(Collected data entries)
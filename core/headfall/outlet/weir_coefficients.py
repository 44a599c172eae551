"""Coefficients and head corrections of thin-plate weirs, as in the standard on them; source ``iso_1438``.

Kindsvater and Carter for the rectangular notch, Rehbock for the full width, Kindsvater and Shen for the V-notch; the
numbers are from memory.
"""

from __future__ import annotations

import numpy as np

from headfall.outlet.outlet import Array

HEAD_CORRECTION = 0.001
"""Added to the head over a rectangular notch [m]."""
FULL_WIDTH_CORRECTION = 0.0012
"""Added to the head over a full-width weir [m]."""
_LARGEST_RATIO = 2.5
# Width of the notch over that of the channel; the constant and the part with H/P of the coefficient; the width added.
_CONTRACTED = np.array(
    [
        [0.0, 0.587, -0.0023, 0.0024],
        [0.2, 0.589, -0.0018, 0.0024],
        [0.4, 0.591, 0.0058, 0.0027],
        [0.5, 0.592, 0.010, 0.0030],
        [0.6, 0.593, 0.018, 0.0036],
        [0.7, 0.594, 0.030, 0.0041],
        [0.8, 0.596, 0.045, 0.0042],
        [0.9, 0.598, 0.064, 0.0037],
        [1.0, 0.602, 0.075, -0.0009],
    ]
)
# Angle of the notch [°], coefficient, and what is added to the head [mm].
_NOTCH = np.array(
    [
        [20.0, 0.592, 2.9],
        [30.0, 0.586, 2.2],
        [40.0, 0.582, 1.7],
        [60.0, 0.577, 1.2],
        [90.0, 0.578, 0.85],
        [100.0, 0.581, 0.82],
    ]
)


def full_width_coefficient(head: Array, floor_distance: float) -> Array:
    """Return C [-] of a full-width weir, 0.602 + 0.083·H/P, ``floor_distance`` [m] being P; H/P counts up to 2.5."""
    return np.asarray(0.602 + 0.083 * _ratio(head, floor_distance))


def contracted_coefficient(head: Array, floor_distance: float, width_ratio: float) -> tuple[Array, float]:
    """Return C [-] of a rectangular notch, and the width [m] added to its own.

    ``width_ratio`` is its width over that of the channel, nil for a wide one; ``floor_distance`` [m] as above.
    """
    constant, slope, added = (float(np.interp(width_ratio, _CONTRACTED[:, 0], _CONTRACTED[:, k])) for k in (1, 2, 3))
    return np.asarray(constant + slope * _ratio(head, floor_distance)), added


def notch_coefficient(angle: float) -> tuple[float, float]:
    """Return C [-] of a fully contracted V-notch of an angle [rad], and the head [m] added; ends beyond 20° to 100°."""
    degrees = np.degrees(angle)
    constant, added = (float(np.interp(degrees, _NOTCH[:, 0], _NOTCH[:, k])) for k in (1, 2))
    return constant, added * 1e-3


def _ratio(head: Array, floor_distance: float) -> Array:
    if floor_distance <= 0:
        return np.where(np.asarray(head) > 0, _LARGEST_RATIO, 0.0)
    return np.clip(np.asarray(head) / floor_distance, 0.0, _LARGEST_RATIO)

[PROBLEM DETAILS]:
Go through the records and repeat each one exactly as written.

[RESULT OF THIS TASK]:
filename core/headfall/outlet/weir_coefficients.py
repository 44a599c172eae551
"""Coefficients and head corrections of thin-plate weirs, as in the standard on them; source ``iso_1438``.

Kindsvater and Carter for the rectangular notch, Rehbock for the full width, Kindsvater and Shen for the V-notch; the
numbers are from memory.
"""

from __future__ import annotations

import numpy as np

from headfall.outlet.outlet import Array

HEAD_CORRECTION = 0.001
"""Added to the head over a rectangular notch [m]."""
FULL_WIDTH_CORRECTION = 0.0012
"""Added to the head over a full-width weir [m]."""
_LARGEST_RATIO = 2.5
# Width of the notch over that of the channel; the constant and the part with H/P of the coefficient; the width added.
_CONTRACTED = np.array(
    [
        [0.0, 0.587, -0.0023, 0.0024],
        [0.2, 0.589, -0.0018, 0.0024],
        [0.4, 0.591, 0.0058, 0.0027],
        [0.5, 0.592, 0.010, 0.0030],
        [0.6, 0.593, 0.018, 0.0036],
        [0.7, 0.594, 0.030, 0.0041],
        [0.8, 0.596, 0.045, 0.0042],
        [0.9, 0.598, 0.064, 0.0037],
        [1.0, 0.602, 0.075, -0.0009],
    ]
)
# Angle of the notch [°], coefficient, and what is added to the head [mm].
_NOTCH = np.array(
    [
        [20.0, 0.592, 2.9],
        [30.0, 0.586, 2.2],
        [40.0, 0.582, 1.7],
        [60.0, 0.577, 1.2],
        [90.0, 0.578, 0.85],
        [100.0, 0.581, 0.82],
    ]
)


def full_width_coefficient(head: Array, floor_distance: float) -> Array:
    """Return C [-] of a full-width weir, 0.602 + 0.083·H/P, ``floor_distance`` [m] being P; H/P counts up to 2.5."""
    return np.asarray(0.602 + 0.083 * _ratio(head, floor_distance))


def contracted_coefficient(head: Array, floor_distance: float, width_ratio: float) -> tuple[Array, float]:
    """Return C [-] of a rectangular notch, and the width [m] added to its own.

    ``width_ratio`` is its width over that of the channel, nil for a wide one; ``floor_distance`` [m] as above.
    """
    constant, slope, added = (float(np.interp(width_ratio, _CONTRACTED[:, 0], _CONTRACTED[:, k])) for k in (1, 2, 3))
    return np.asarray(constant + slope * _ratio(head, floor_distance)), added


def notch_coefficient(angle: float) -> tuple[float, float]:
    """Return C [-] of a fully contracted V-notch of an angle [rad], and the head [m] added; ends beyond 20° to 100°."""
    degrees = np.degrees(angle)
    constant, added = (float(np.interp(degrees, _NOTCH[:, 0], _NOTCH[:, k])) for k in (1, 2))
    return constant, added * 1e-3


def _ratio(head: Array, floor_distance: float) -> Array:
    if floor_distance <= 0:
        return np.where(np.asarray(head) > 0, _LARGEST_RATIO, 0.0)
    return np.clip(np.asarray(head) / floor_distance, 0.0, _LARGEST_RATIO)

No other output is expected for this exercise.